The video card doesn't appear to be the problem either.


----------



## tonyri0 (Feb 13, 2013)

I also thought to add, when the computer is about to freeze up, you can tell a few seconds ahead, because the mouse pointer will start to lag and skip, so it doesn't seem to be an instant thing


----------



## tonyri0 (Feb 13, 2013)

I tried removing the graphics card and plugging it back in. It didn't have any effect on the crashing unfortunately. Any other ideas?

Edit: For some reason, the norton driver keeps reactivating itself after I disable it. Hmm


----------



## makinu1der2 (Jan 1, 2008)

Try running a System Restore from Safe Mode back to a point before the freezing started.


----------



## tonyri0 (Feb 13, 2013)

Tried that earlier today. Didn't help. I used a restore from early last week, much before I had problems.


----------



## Tomken15 (Dec 7, 2011)

Have a good read through this (including links) Resplendence Software - WhoCrashed, automatic crash dump analyzer and then run the program to see if it comes up with anything.
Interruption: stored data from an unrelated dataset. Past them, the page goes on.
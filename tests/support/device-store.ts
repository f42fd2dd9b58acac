// A device store for unit tests of client/src/offline: a page's localStorage (a Map, so a test can copy
// it "as the page died") and the Dexie store (fake-indexeddb, imported by the test file first) holding
// one survey at server revision 3. Call in a beforeEach.
import type { Survey } from '@shared/schemas/survey';
import { db } from '@client/offline/db';

export async function freshDeviceStore(storage: Map<string, string>, survey: Survey): Promise<void> {
  storage.clear();
  Object.assign(globalThis, {
    localStorage: {
      getItem: (k: string) => storage.get(k) ?? null,
      setItem: (k: string, v: string) => void storage.set(k, v),
      removeItem: (k: string) => void storage.delete(k),
    },
  });
  await db.surveys.clear();
  await db.outbox.clear();
  await db.surveys.put({ id: survey.id, doc: survey, serverDoc: survey, serverRevision: 3, status: 'draft', title: survey.title, vesselName: survey.vessel.name, updatedAt: '2026-12-01T00:00:00.000Z', ownerUserId: null, createdBy: null });
}
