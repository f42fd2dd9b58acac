/**
 * Helpers for tests that need people: a fresh organisation with one member per role, signing in,
 * and the Authorization header. Every call makes new rows with unique e-mail addresses, so test
 * files never share people.
 */
import { randomUUID } from 'node:crypto';
import bcrypt from 'bcryptjs';
import type { Knex } from 'knex';
import type { Role } from '@shared/api/roles';

export const TEST_PASSWORD = 'test-password-0123';

export interface TestMember {
  id: string;
  name: string;
  email: string;
  password: string;
  role: Role;
  orgId: string;
}

export interface TestOrg {
  id: string;
  name: string;
  admin: TestMember;
  engineer: TestMember;
  surveyor: TestMember;
  /** Every member, by role. */
  members: Record<Role, TestMember>;
}

// Cost 4 whatever the app's setting: these are test people, and bcrypt.compare reads the cost from the hash.
let hashOnce: Promise<string> | undefined;
const testHash = () => (hashOnce ??= bcrypt.hash(TEST_PASSWORD, 4));

export const uniqueEmail = (label: string) => `${label}-${randomUUID().slice(0, 12)}@test.example`;

/** Adds one active member with TEST_PASSWORD to an organisation. */
export async function addMember(
  db: Knex,
  orgId: string,
  role: Role,
  opts: { status?: 'active' | 'invited' | 'deactivated'; email?: string; name?: string } = {},
): Promise<TestMember> {
  const email = opts.email ?? uniqueEmail(role);
  const name = opts.name ?? `Test ${role[0].toUpperCase()}${role.slice(1)}`;
  const status = opts.status ?? 'active';
  const [row] = await db('users')
    .insert({ email, name, password_hash: status === 'invited' ? null : await testHash() })
    .returning('id');
  await db('memberships').insert({ organisation_id: orgId, user_id: row.id, role, status });
  return { id: row.id, name, email, password: TEST_PASSWORD, role, orgId };
}

/** A fresh organisation with an active admin, engineer and surveyor. */
export async function createOrgWithMembers(db: Knex, name = `Test Salvage ${randomUUID().slice(0, 8)}`): Promise<TestOrg> {
  const [org] = await db('organisations').insert({ name }).returning('id');
  const admin = await addMember(db, org.id, 'admin');
  const engineer = await addMember(db, org.id, 'engineer');
  const surveyor = await addMember(db, org.id, 'surveyor');
  return { id: org.id, name, admin, engineer, surveyor, members: { admin, engineer, surveyor } };
}

export interface SignedIn {
  accessToken: string;
  /** `brineline_refresh=…`, ready for a Cookie header. */
  cookie: string;
}

/** The `name=value` part of the refresh cookie a response set, or '' when none. */
export function refreshCookieOf(res: Response): string {
  const set = res.headers.getSetCookie().find((c) => c.startsWith('brineline_refresh='));
  return set ? set.split(';')[0] : '';
}

export async function signIn(url: string, email: string, password: string = TEST_PASSWORD): Promise<SignedIn> {
  const res = await fetch(`${url}/api/auth/sign-in`, {
    method: 'POST',
    headers: { 'content-type': 'application/json' },
    body: JSON.stringify({ email, password }),
  });
  if (res.status !== 200) throw new Error(`sign-in of ${email} answered ${res.status}: ${await res.text()}`);
  const body = (await res.json()) as { accessToken: string };
  return { accessToken: body.accessToken, cookie: refreshCookieOf(res) };
}

export const authHeader = (token: string): Record<string, string> => ({ authorization: `Bearer ${token}` });
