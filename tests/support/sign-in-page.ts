/** Browser sign-in for e2e tests: the sign-in form as a person fills it, then the page asked for. */
import type { Page } from 'playwright-core';

export async function signInPage(page: Page, baseUrl: string, who: { email: string; password: string }, next = '/'): Promise<void> {
  await page.goto(`${baseUrl}/sign-in?next=${encodeURIComponent(next)}`);
  await page.getByLabel('E-mail').waitFor({ timeout: 20_000 });
  await page.getByLabel('E-mail').fill(who.email);
  await page.getByLabel('Password').fill(who.password);
  await page.getByRole('button', { name: 'Sign in' }).click();
  await page.waitForURL((u) => !u.pathname.startsWith('/sign-in'));
  if (new URL(page.url()).pathname !== next) await page.goto(`${baseUrl}${next}`);
}

/** The survey document as this device holds it (IndexedDB, read directly). */
export function deviceDoc(page: Page, surveyId: string): Promise<unknown> {
  return page.evaluate(
    (id) =>
      new Promise<unknown>((resolve, reject) => {
        const open = indexedDB.open('brineline');
        open.onerror = () => reject(open.error);
        open.onsuccess = () => {
          const get = open.result.transaction('surveys').objectStore('surveys').get(id);
          get.onsuccess = () => resolve((get.result as { doc: unknown } | undefined)?.doc ?? null);
          get.onerror = () => reject(get.error);
        };
      }),
    surveyId,
  );
}
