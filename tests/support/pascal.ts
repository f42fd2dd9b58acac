/**
 * Pascal's law evaluated point by point, for the brute-force checks (the quadrature property test
 * and the engine bench). Deliberately independent of shared/engine: it knows nothing of planes,
 * splitting or moments, only the pressure at one elevation.
 */

/** A liquid layer by the elevation of its free surface (m) and its density (kg/m³), listed bottom-up. */
export interface LayerTop {
  top: number;
  rho: number;
}

/** Gauge pressure (Pa) at elevation `e` (m): the gas pressure plus ρ g h of every liquid above the point. */
export function pascalPressure(layers: readonly LayerTop[], gasPa: number, e: number, g: number): number {
  let p = gasPa;
  let below = -Infinity;
  for (const l of layers) {
    const lo = Math.max(e, below);
    if (l.top > lo) p += l.rho * g * (l.top - lo);
    below = Math.max(below, l.top);
  }
  return p;
}
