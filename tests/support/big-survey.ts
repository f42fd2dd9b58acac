/**
 * The big survey on a phone (#18): the generated cargo ship of 200 spaces and 2,000 boundaries, imported
 * through the survey list as a surveyor would, and the few steps the browser test and the browser bench
 * (`scripts/bench-browser.ts`) both take on it.
 */
import type { Page } from 'playwright-core';
import type { Survey } from '@shared/schemas/survey';
import { generateVessel } from '../../scripts/bench-engine';

/** 200 spaces, 2,000 boundaries (the bench vessel with 20 boxes along instead of 40). */
export function bigSurvey(): Survey {
  return generateVessel({ columns: 20 });
}

/** A space of the big survey whose contents start with a sounding (C1-0: sea water, sounding 4.4 m). */
export const SOUNDED_SPACE = 'C1-0';

/** Imports the survey through the list's "Import file", waits for its workspace and returns the id it got. */
export async function importSurvey(page: Page, baseUrl: string, survey: Survey): Promise<string> {
  await page.goto(`${baseUrl}/surveys`);
  await page.getByTestId('import-input').setInputFiles({ name: 'big-ship.brineline.json', mimeType: 'application/json', buffer: Buffer.from(JSON.stringify(survey)) });
  await page.waitForURL(/\/surveys\/[^/]+$/, { timeout: 120_000 });
  await page.getByTestId('state-strip').waitFor({ timeout: 120_000 });
  return decodeURIComponent(new URL(page.url()).pathname.split('/').pop()!);
}

/** Opens the Contents form of one space (its button in the Contents section's list of spaces). */
export async function openContentsOf(page: Page, space: string): Promise<void> {
  await page.getByRole('navigation', { name: 'Workspace sections' }).getByRole('button', { name: 'Contents', exact: true }).click();
  await page.getByRole('list', { name: 'Compartment' }).getByRole('button', { name: space, exact: true }).click();
  await page.locator('input[name="layers.0.reading"]').waitFor();
}

/** Elements in the document now (what "DOM nodes" counts in the bench and the test). */
export function elementCount(page: Page): Promise<number> {
  return page.evaluate(() => document.getElementsByTagName('*').length);
}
Go into Norton if it will start and try disabling the AV aspect in Settings.


----------



## makinu1der2 (Jan 1, 2008)

What model Dell is this?


----------



## tonyri0 (Feb 13, 2013)

makinu1der2 said:


> What model Dell is this?


Inpiron 560, plus I added the graphics card from amazon. 



I ran the program that was linked and there are no crash reports from today.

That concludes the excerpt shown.